At this point, some people are puzzled: “$1000 extra for that?” If you fall into that category, the GeForce line is for you. :)

I think the warning Big_Mac is trying to convey is that running 1 block with 1 thread, the GPU is in a highly non-linear regime. You can’t scale directly from a 1 thread benchmark to the expected running time of N threads. The behavior of a GPU does not scale the same way as a multicore CPU.

And yes, each stream processor is less powerful than a Xeon core, in part due to the lower shader clock (~1.2 GHz in the GTX 295 I think).

A more direct comparison between the CPU and the GPU is to think of GTX 295 as two separate 30 “core” processors clocked at 1.2 GHz. Each core executes a 32-wide SIMD instruction in 4 clocks. On the CPU side, you have two separate 4 core CPUs clocked at 2-3 GHz. Each CPU core can execute a 4-wide SIMD (SSE) instruction per clock (true?). At a hardware level, this is much more of an apples-to-apples comparison.

The CUDA software model allows you to program a SIMD device without writing out explicit SIMD instructions (instead you create thousands of threads). This tends to lead people assume that a stream processor in CUDA is the functional equivalent of a CPU core, which is not the case.

Thank you, guys, for your replies and for useful information. I think you answered my questions.

As a next step, I submitted several jobs for execution in GPU and in one CPU core of Intel Xeon. GPU runs the jobs in parallel, whereas CPU runs the jobs in series. The code is very similar to the one I posted above:

float x = 0.1;

  for (int i=0; i<10; i++) {

	for (int j=0; j<18000; j++) {

	  x = sin(x + 0.1*i);

	}

  }

The initial conditions (x) are different for different jobs.

The picture attached shows the execution time vs. the number of jobs (i.e. the number of threads in GPU or number of sequential computations in CPU). Thus, even a “budget” GPU outpaces one Xeon CPU core at 15 jobs in this specific case. It was interesting to see how flat the line for GPU is at the beginning, where the resources “underloaded”.

What I am doing here is probably a nonsense for you guys, but I think that now I have better ideas where GPUs can be efficient.

The hardware I used in this test:

CPU: Intel Xeon E5405@2.00GHz

GPU: Quadro NVS 290
time.png

Your code is not parallelizable.
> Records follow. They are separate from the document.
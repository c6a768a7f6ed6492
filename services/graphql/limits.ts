import {
  type FieldNode,
  GraphQLError,
  Kind,
  type SelectionSetNode,
  type ValidationContext,
  type ValidationRule,
} from 'graphql';
import { LINEAR_REFERENCE } from '../../src/linear/reference.js';
import { libraryEntries } from '../../src/species/library.js';

/**
 * Limits on what one GraphQL request may ask, checked before anything runs, on each operation as it would be
 * executed: every fragment spread counts its fragment's fields again (a fragment of 100 fields spread under 50
 * aliases is 5 000 fields, not 150), and the fields under a library list (`species`, `linearSpecies` without a
 * literal `formula`) count once per entry of the list.
 * - work fields (fit, check, peaks, predict, potential: each one a computation) at most MAX_WORK_FIELDS, however
 *   they are aliased or repeated in fragments, so that one small query cannot start hundreds of fits;
 * - fields in all at most MAX_FIELDS (aliases and fragments multiply the answer's size);
 * - depth at most MAX_DEPTH, through fragments, not counting the introspection fields (`__schema`, `__type` …) and
 *   what lies under them, so that the standard introspection query of schema tools is let through.
 * Each fragment is costed once (memoised), so a chain of fragments each spreading the next twice is counted in
 * linear time; a fragment cycle counts nothing here (graphql's own NoFragmentCycles rule refuses it).
 * Errors carry extensions.code GRAPHQL_REFUSED, like the REST problem of the same name.
 */
export const MAX_WORK_FIELDS = 4;
export const MAX_FIELDS = 2_000;
export const MAX_DEPTH = 12;
const WORK = new Set(['fit', 'check', 'peaks', 'predict', 'potential']);

/** Entries a library list field answers when no single formula is named. */
export const LIBRARY_LIST_LENGTH: { readonly species: number; readonly linearSpecies: number } = {
  species: libraryEntries().length,
  linearSpecies: LINEAR_REFERENCE.length,
};

const refuse = (message: string) => new GraphQLError(message, { extensions: { code: 'GRAPHQL_REFUSED' } });

interface Cost {
  /** Fields as executed (fragments expanded, library lists multiplied). */
  readonly fields: number;
  /** Deepest nesting of non-introspection fields. */
  readonly depth: number;
  /** Work fields at this selection set's own level. */
  readonly work: number;
}

const NONE: Cost = { fields: 0, depth: 0, work: 0 };

/** How many entries a field's selection is answered for: the library's length for a list without a literal formula. */
function multiplicity(field: FieldNode): number {
  const name = field.name.value;
  if (name !== 'species' && name !== 'linearSpecies') return 1;
  const length = LIBRARY_LIST_LENGTH[name];
  const formula = field.arguments?.find((a) => a.name.value === 'formula');
  return formula?.value.kind === Kind.STRING ? 1 : Math.max(length, 1);
}

function costOf(context: ValidationContext): (set: SelectionSetNode, introspection: boolean) => Cost {
  const memo = new Map<string, Cost>();
  const visiting = new Set<string>();
  const cost = (set: SelectionSetNode, introspection: boolean): Cost => {
    let fields = 0;
    let depth = 0;
    let work = 0;
    const add = (c: Cost) => {
      fields += c.fields;
      depth = Math.max(depth, c.depth);
      work += c.work;
    };
    for (const selection of set.selections) {
      if (selection.kind === Kind.FIELD) {
        const name = selection.name.value;
        const inside = introspection || name.startsWith('__');
        const child = selection.selectionSet ? cost(selection.selectionSet, inside) : NONE;
        fields += 1 + child.fields * multiplicity(selection);
        if (!inside) depth = Math.max(depth, 1 + child.depth);
        if (WORK.has(name)) work++;
      } else if (selection.kind === Kind.INLINE_FRAGMENT) {
        add(cost(selection.selectionSet, introspection));
      } else {
        const name = selection.name.value;
        const key = `${introspection ? 'i' : 'o'}:${name}`;
        const known = memo.get(key);
        if (known) {
          add(known);
          continue;
        }
        const fragment = context.getFragment(name);
        if (!fragment || visiting.has(name)) continue;
        visiting.add(name);
        const c = cost(fragment.selectionSet, introspection);
        visiting.delete(name);
        memo.set(key, c);
        add(c);
      }
    }
    return { fields, depth, work };
  };
  return cost;
}

export const limitQueryCost: ValidationRule = (context: ValidationContext) => {
  const cost = costOf(context);
  return {
    OperationDefinition(node) {
      const c = cost(node.selectionSet, false);
      // Work fields are fields of Query itself: those at the operation's own level, fragments included.
      if (c.work > MAX_WORK_FIELDS)
        context.reportError(
          refuse(
            `the query asks for more than ${MAX_WORK_FIELDS} computations (fit, check, peaks, predict, potential)`,
          ),
        );
      else if (c.depth > MAX_DEPTH) context.reportError(refuse(`the query is nested deeper than ${MAX_DEPTH} levels`));
      else if (c.fields > MAX_FIELDS)
        context.reportError(
          refuse(
            `the query selects more than ${MAX_FIELDS} fields (counting a fragment's fields at every use and the fields under a library list once per entry)`,
          ),
        );
    },
  };
};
If you run the iterations of the loop concurrently, you’re getting different results and you have a race condition.

I am sorry. Probably I was not clear or I misunderstand your comment. The code I wrote above is, basically, my kernel which I submit for execution. Every kernel executes same number of iterations (10x18000). The only difference between kernels is the initial value of x (which I calculate basing on thread_id, block_id, etc.).